Um tiroteio deixou um policial morto e outros dois agentes gravemente feridos na região central de Paris, na França, na noite de quinta-feira (20). O ataque aconteceu na famosa avenida Champs-Élysées.

 

O autor dos disparos foi morto pelas forças policiais no local.

 

A região - sempre movimentada, inclusive por muitos turistas - ficou bloqueada e as autoridades pediram que as pessoas evitassem a área.

 

A polícia francesa faz buscas por um possível segundo agressor, que teria fugido para o subsolo de um restaurante depois do ataque. 

 

Fontes policiais dizem ainda que a hipótese de atentado terrorista não está descartada.

 

Veja também na reportagem do Jornal da Band:

 

Clima em Paris é de tensão por causa das eleições, diz testemunha sobre tiroteio

 

O ataque

 

Segundo testemunhas, um homem desceu de um carro e atirou na cabeça de um policial, que morreu na hora. Um segundo agente tentou intervir, mas foi baleado e tem quadro de saúde grave.

 

O atirador teria fugido a pé atirando para todos os lados e foi morto em seguida pelas forças de segurança. Um segundo homem estaria no veículo e teria escapado. O suspeito morto já seria conhecido dos serviços de inteligência franceses.

 

Forças policiais eram alvo

 

O porta-voz do Ministério do Interior, Pierre-Henry Brandet, disse que os policiais eram os alvos e foram "deliberadamente" atacados na avenida.

 

O turista britânico Jacek Poltorak, que estava em uma das linhas de metrô da capital francesa durante o tiroteio, relatou presença de um forte reforço policial no local e disse, em conversa com a BandNews FM, "nunca ter visto nada igual".

 

A França, país europeu que está a três dias das eleições presidenciais, sofreu diversos ataques terroristas nos últimos anos.

 

Repercussão

 

A candidata da extrema-direita Marine Le Pen falou sobre o ataque nas redes sociais. "Minha solidariedade à polícia, que mais uma vez se tornou um alvo". Emmanuel Macron, que lidera as pesquisas de voto, também se pronunciou. "Presto minha solidariedade para as nossas forças policiais.

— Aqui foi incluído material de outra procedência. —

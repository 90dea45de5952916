"""The samples of a waveform, walked block by block in gap-free pieces."""

from __future__ import annotations

from collections.abc import Iterator
from typing import Any

import numpy as np

from benchtool.frozen import frozen_record
from benchtool.model.arrays import FloatArray, NDArray
from benchtool.model.capture import Samples, Span, UniformTime, Waveform

Codes = NDArray[Any]
"""Samples as stored: integer codes, or floating volts."""

Index = NDArray[np.int64]

LEAST = 1 << 15
"""Samples that short blocks are joined to before they are searched."""

BRIDGE = 3
"""Longest row of missing samples that is bridged by a straight line instead of split."""


@frozen_record(eq=False)
class Piece:
    """Consecutive samples without a hole.

    Attributes:
        values: Codes or volts as stored, shape (n,).
        first: Index of the first sample in the record.
        times_s: Time of each sample where the record is stamped, shape (n,); else None.
        span: The span that the piece lies in.
        begins_run: Whether a hole or a new span lies before it.
    """

    values: Codes
    first: int
    times_s: FloatArray | None
    span: Span
    begins_run: bool


def walk_pieces(waveform: Waveform) -> Iterator[Piece]:
    """Yield the waveform in order, split at its spans and at rows of missing samples.

    Args:
        waveform: The trace; up to ``BRIDGE`` missing samples in a row are bridged.
    """
    for span in waveform.spans:
        begins = True
        for first, values, times_s in _walk_span(waveform, span):
            for start, stop in _finite_runs(values):
                yield Piece(
                    values=values[start:stop],
                    first=first + start,
                    times_s=None if times_s is None else times_s[start:stop],
                    span=span,
                    begins_run=begins or start > 0,
                )
                begins = stop < values.size
            begins = begins or (values.size > 0 and not _is_finite(values[-1]))


def piece_times(waveform: Waveform, piece: Piece) -> FloatArray:
    """Return the times of a piece's samples in seconds, shape (n,)."""
    return times_at(waveform, piece, np.arange(piece.values.size))


def times_at(waveform: Waveform, piece: Piece, positions: Index) -> FloatArray:
    """Return the times of some samples of a piece, given by their positions in it, in seconds.

    Raises:
        TypeError: If a stamped waveform's piece came without its times.
    """
    if piece.times_s is not None:
        return piece.times_s[positions]
    if not isinstance(waveform.time, UniformTime):
        raise TypeError("a stamped waveform has a time for each sample of its pieces")
    offset = piece.first - piece.span.start
    return piece.span.start_s + (offset + positions).astype(np.float64) * waveform.time.dt_s


def _walk_span(waveform: Waveform, span: Span) -> Iterator[tuple[int, Codes, FloatArray | None]]:
    """Yield blocks whose short holes are bridged, also those that two blocks share."""
    held: tuple[Codes, FloatArray | None] | None = None
    before: float | None = None
    first = span.start
    for values, times_s in _paired_blocks(waveform, span):
        joined, joined_s = _join(held, values, times_s)
        keep = joined.size - _open_hole(joined)
        held = (joined[keep:], None if joined_s is None else joined_s[keep:])
        if keep:
            bridged = _bridged(joined[:keep], before)
            yield first, bridged, None if joined_s is None else joined_s[:keep]
            before = float(bridged[-1]) if _is_finite(bridged[-1]) else None
        first += keep
    if held is not None and held[0].size:
        yield first, held[0], held[1]


def _join(
    held: tuple[Codes, FloatArray | None] | None,
    values: Codes,
    times_s: FloatArray | None,
) -> tuple[Codes, FloatArray | None]:
    if held is None or held[0].size == 0:
        return values, times_s
    stamps = None
    if times_s is not None and held[1] is not None:
        stamps = np.concatenate([held[1], times_s])
    return np.concatenate([held[0], values]), stamps


def _paired_blocks(waveform: Waveform, span: Span) -> Iterator[tuple[Codes, FloatArray | None]]:
    values = _long_blocks(waveform.samples, span)
    if isinstance(waveform.time, UniformTime):
        for block in values:
            yield block, None
        return
    stamps = _Reader(waveform.time.stamps, span)
    for block in values:
        yield block, stamps.take(block.size)


def _long_blocks(samples: Samples, span: Span) -> Iterator[Codes]:
    """Yield the blocks as they come, short ones joined."""
    held: list[Codes] = []
    size = 0
    for block in samples.blocks(span.start, span.stop):
        held.append(block)
        size += block.size
        if size >= LEAST:
            yield held[0] if len(held) == 1 else np.concatenate(held)
            held, size = [], 0
    if held:
        yield held[0] if len(held) == 1 else np.concatenate(held)


class _Reader:
    """Takes stamps in whatever lengths the sample blocks have."""

    def __init__(self, stamps: Samples, span: Span) -> None:
        self._blocks = stamps.blocks(span.start, span.stop)
        self._rest: FloatArray = np.empty(0)

    def take(self, n: int) -> FloatArray:
        while self._rest.size < n:
            block = next(self._blocks).astype(np.float64)
            self._rest = np.concatenate([self._rest, block]) if self._rest.size else block
        taken, self._rest = self._rest[:n], self._rest[n:]
        return taken


def _is_finite(value: np.generic) -> bool:
    return bool(np.isfinite(value))


def _has_holes(values: Codes) -> bool:
    """Tell whether any sample is missing: one pass, since NaN and infinities survive a sum."""
    if values.dtype.kind != "f" or values.size == 0:
        return False
    with np.errstate(all="ignore"):
        return not _is_finite(values.min() + values.max())


def _open_hole(values: Codes) -> int:
    """Return how many missing samples at the end may belong to a hole that is still short."""
    if values.dtype.kind != "f" or values.size == 0 or _is_finite(values[-1]):
        return 0
    present = np.flatnonzero(np.isfinite(values[-(BRIDGE + 1) :]))
    missing = min(values.size, BRIDGE + 1) - (int(present[-1]) + 1 if present.size else 0)
    return missing if missing <= BRIDGE else 0


def _holes(missing: Codes) -> list[tuple[int, int]]:
    ends = np.flatnonzero(np.diff(np.concatenate([[False], missing, [False]]).astype(np.int8)))
    return [(int(a), int(b)) for a, b in ends.reshape(-1, 2)]


def _bridged(values: Codes, before: float | None) -> Codes:
    """Fill short holes between present samples by straight lines.

    Args:
        values: Samples.
        before: The present sample just before them, None where there is none.
    """
    if not _has_holes(values):
        return values
    missing = ~np.isfinite(values)
    short = [
        np.arange(a, b)
        for a, b in _holes(missing)
        if b - a <= BRIDGE and b < values.size and (a > 0 or before is not None)
    ]
    if not short:
        return values
    where, present = np.concatenate(short), np.flatnonzero(~missing)
    known = values[present]
    if before is not None:
        present, known = np.concatenate([[-1], present]), np.concatenate([[before], known])
    filled = values.copy()
    filled[where] = np.interp(where, present, known)
    return filled


def _finite_runs(values: Codes) -> list[tuple[int, int]]:
    if not _has_holes(values):
        return [(0, values.size)] if values.size else []
    return _holes(np.isfinite(values))
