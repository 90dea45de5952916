"""A part of a capture, as if nothing else had been recorded."""

from __future__ import annotations

from collections.abc import Callable, Iterator
from dataclasses import replace

import numpy as np

from benchtool.errors import MeasurementError
from benchtool.frozen import frozen_record
from benchtool.model.arrays import AnyArray
from benchtool.model.capture import (
    Capture,
    LogicTrace,
    Samples,
    Span,
    StampedTime,
    StructurePoint,
    TimeSpan,
    Trace,
    UniformTime,
    Waveform,
)
from benchtool.model.quantity import Notice
from benchtool.model.window import Window
from benchtool.units import format_value

_ON_GRID = 1e-6
"""Share of a sample interval by which a limit may miss a sample that it names: rounding."""


@frozen_record(eq=False)
class PartSamples:
    """Samples ``first`` to ``last`` of others, numbered from 0; nothing else of them is read."""

    whole: Samples
    first: int
    last: int

    @property
    def size(self) -> int:
        """Number of samples."""
        return self.last - self.first

    @property
    def dtype(self) -> np.dtype[np.generic]:
        """Type of a sample."""
        return self.whole.dtype

    def blocks(self, start: int = 0, stop: int | None = None) -> Iterator[AnyArray]:
        """Yield consecutive pieces of the samples ``start`` to ``stop``."""
        end = self.size if stop is None else min(stop, self.size)
        if start < end:
            yield from self.whole.blocks(self.first + start, self.first + end)


def narrow(capture: Capture, window: Window) -> Capture:
    """Return the part of a capture that lies in a window; its times stay those of the record.

    Samples and transitions outside are not there for what follows, so that an interval which
    the window cuts is one that the record's end cuts.

    Args:
        capture: The capture.
        window: The part, both ends included.

    Returns:
        The part, with the window among its structure and its warnings. A trace that has nothing
        there is left out, and said.

    Raises:
        MeasurementError: If no trace has anything in the window (``window-outside``).
    """
    spans_s = [_span_of(trace) for trace in capture.traces]
    record = Window(from_s=min(a for a, _ in spans_s), to_s=_after(max(b for _, b in spans_s)))
    parts = [_part(trace, window) for trace in capture.traces]
    kept = tuple(part for part in parts if part is not None)
    if not kept:
        raise _outside(capture.origin.source, window, record)
    inside = Window(
        from_s=max(window.from_s, record.from_s), to_s=_after(min(window.to_s, record.to_s))
    )
    words = (
        f"{_shown(inside)} of the record, which goes from {_seconds(record.from_s)} "
        f"to {_seconds(record.to_s)}"
    )
    pairs = zip(capture.traces, parts, strict=True)
    lost = [trace.channel for trace, part in pairs if part is None]
    return replace(
        capture,
        traces=kept,
        window=inside,
        structure=(*capture.structure, _point(inside, record)),
        warnings=(
            *capture.warnings,
            Notice(code="window", text=f"only a part was measured: {words}"),
            *_missing(lost),
        ),
    )


def _after(time_s: float) -> float:
    """Return a time that may end a window: above zero also for a record of no length."""
    return max(time_s, np.finfo(np.float64).tiny)


def _shown(window: Window) -> str:
    return f"{_seconds(window.from_s)} to {_seconds(window.to_s)}"


def _seconds(time_s: float) -> str:
    return format_value(time_s, "s", 6)


def _point(inside: Window, record: Window) -> StructurePoint:
    return StructurePoint(
        name="window",
        value=_shown(inside),
        evidence=f"--from, --to; the record is {_shown(record)}",
        sure="stated",
    )


def _missing(channels: list[str]) -> tuple[Notice, ...]:
    if not channels:
        return ()
    text = f"nothing of {', '.join(channels[:8])} lies in the window: left out"
    return (Notice(code="traces-outside-window", text=text),)


def _outside(source: str, window: Window, record: Window) -> MeasurementError:
    end = "its end" if window.to_s == float("inf") else _seconds(window.to_s)
    return MeasurementError(
        f"nothing of {source} lies from {_seconds(window.from_s)} to {end}",
        hint=f"The record goes from {_shown(record)} after its first sample: "
        "give --from and --to inside of it, with at least two samples between them.",
        code="window-outside",
    )


def _span_of(trace: Trace) -> tuple[float, float]:
    """Return the times of the first and the last sample, or of the record's ends."""
    if isinstance(trace, LogicTrace):
        if not trace.spans:
            return 0.0, 0.0
        return trace.spans[0].start_s, trace.spans[-1].end_s
    last = trace.spans[-1]
    return trace.spans[0].start_s, _time_of(trace, last, last.stop - 1)


def _time_of(trace: Waveform, span: Span, index: int) -> float:
    if isinstance(trace.time, UniformTime):
        return span.start_s + (index - span.start) * trace.time.dt_s
    return float(next(trace.time.stamps.blocks(index, index + 1))[0])


def _part(trace: Trace, window: Window) -> Trace | None:
    """Return the part of a trace in a window; None where there is nothing to measure."""
    if isinstance(trace, LogicTrace):
        return _logic_part(trace, window)
    return _waveform_part(trace, window)


def _waveform_part(trace: Waveform, window: Window) -> Waveform | None:
    spans = [part for span in trace.spans if (part := _cut(trace, span, window)) is not None]
    if sum(span.stop - span.start for span in spans) < 2:
        return None
    first, last = spans[0].start, spans[-1].stop
    time = trace.time
    if isinstance(time, StampedTime):
        stamps = PartSamples(whole=time.stamps, first=first, last=last)
        time = replace(time, stamps=stamps)
    return replace(
        trace,
        samples=PartSamples(whole=trace.samples, first=first, last=last),
        time=time,
        spans=tuple(
            replace(span, start=span.start - first, stop=span.stop - first) for span in spans
        ),
    )


def _cut(trace: Waveform, span: Span, window: Window) -> Span | None:
    """Return the samples of a span that lie in the window."""
    start = _first_at(trace, span, window.from_s)
    stop = span.stop if window.to_s == float("inf") else _first_after(trace, span, window.to_s)
    if start >= stop:
        return None
    return Span(start=start, stop=stop, start_s=_time_of(trace, span, start))


def _first_at(trace: Waveform, span: Span, time_s: float) -> int:
    """Return the first sample of a span at ``time_s`` or later."""
    if isinstance(trace.time, UniformTime):
        steps = np.ceil((time_s - span.start_s) / trace.time.dt_s - _ON_GRID)
        return span.start + int(np.clip(steps, 0, span.stop - span.start))
    return _bisected(trace, span, lambda stamp: stamp < time_s)


def _first_after(trace: Waveform, span: Span, time_s: float) -> int:
    """Return the first sample of a span later than ``time_s``."""
    if isinstance(trace.time, UniformTime):
        steps = np.floor((time_s - span.start_s) / trace.time.dt_s + _ON_GRID) + 1
        return span.start + int(np.clip(steps, 0, span.stop - span.start))
    return _bisected(trace, span, lambda stamp: stamp <= time_s)


def _bisected(trace: Waveform, span: Span, before: Callable[[float], bool]) -> int:
    """Return the first sample whose stamp is not ``before``; few blocks of stamps are read."""
    low, high = span.start, span.stop
    while low < high:
        middle = (low + high) // 2
        if before(_time_of(trace, span, middle)):
            low = middle + 1
        else:
            high = middle
    return low


def _logic_part(trace: LogicTrace, window: Window) -> LogicTrace | None:
    spans = tuple(
        TimeSpan(
            start_s=max(span.start_s, window.from_s),
            end_s=min(span.end_s, window.to_s),
            starts_high=_state_at(trace, span, window.from_s),
        )
        for span in trace.spans
        if span.start_s < window.to_s and span.end_s > window.from_s
    )
    if not spans:
        return None
    inside = (trace.times_s > window.from_s) & (trace.times_s <= window.to_s)
    if trace.spans[0].start_s >= window.from_s:
        inside |= trace.times_s == trace.spans[0].start_s
    return replace(
        trace,
        times_s=trace.times_s[inside],
        states=trace.states[inside],
        spans=spans,
        end_known=trace.end_known or window.to_s < trace.spans[-1].end_s,
    )


def _state_at(trace: LogicTrace, span: TimeSpan, time_s: float) -> bool:
    """Return the state of a span where the window begins to see it."""
    last = int(np.searchsorted(trace.times_s, time_s, side="right")) - 1
    if time_s <= span.start_s or last < 0 or trace.times_s[last] < span.start_s:
        return span.starts_high
    return bool(trace.states[last])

Meus pensamentos estão com a família da vítima".

 

Outro candidato à corrida presidencial, François Fillon também prestou condolências aos policiais "que doam suas vidas para proteger as nossas". Também nas redes sociais, Benoît Hamon prestou apoio à "aplicação da lei contra o terrorismo". Já o candidato de esquerda Jean-Luc Mélenchon escreveu que atos terroristas "não ficarão impunes". 

 

O presidente dos Estados Unidos, Donald Trump, afirmou que o ocorrido parece com um atentado terrorista. "O que podemos dizer? Isso nunca acaba", declarou durante uma conferência na Casa Branca.

 

O presidente da França, François Hollande, convocou uma reunião de emergência para tratar do caso ainda hoje.

 

Houve relatos de tiros em outra área, mas nada foi confirmado pelas autoridades.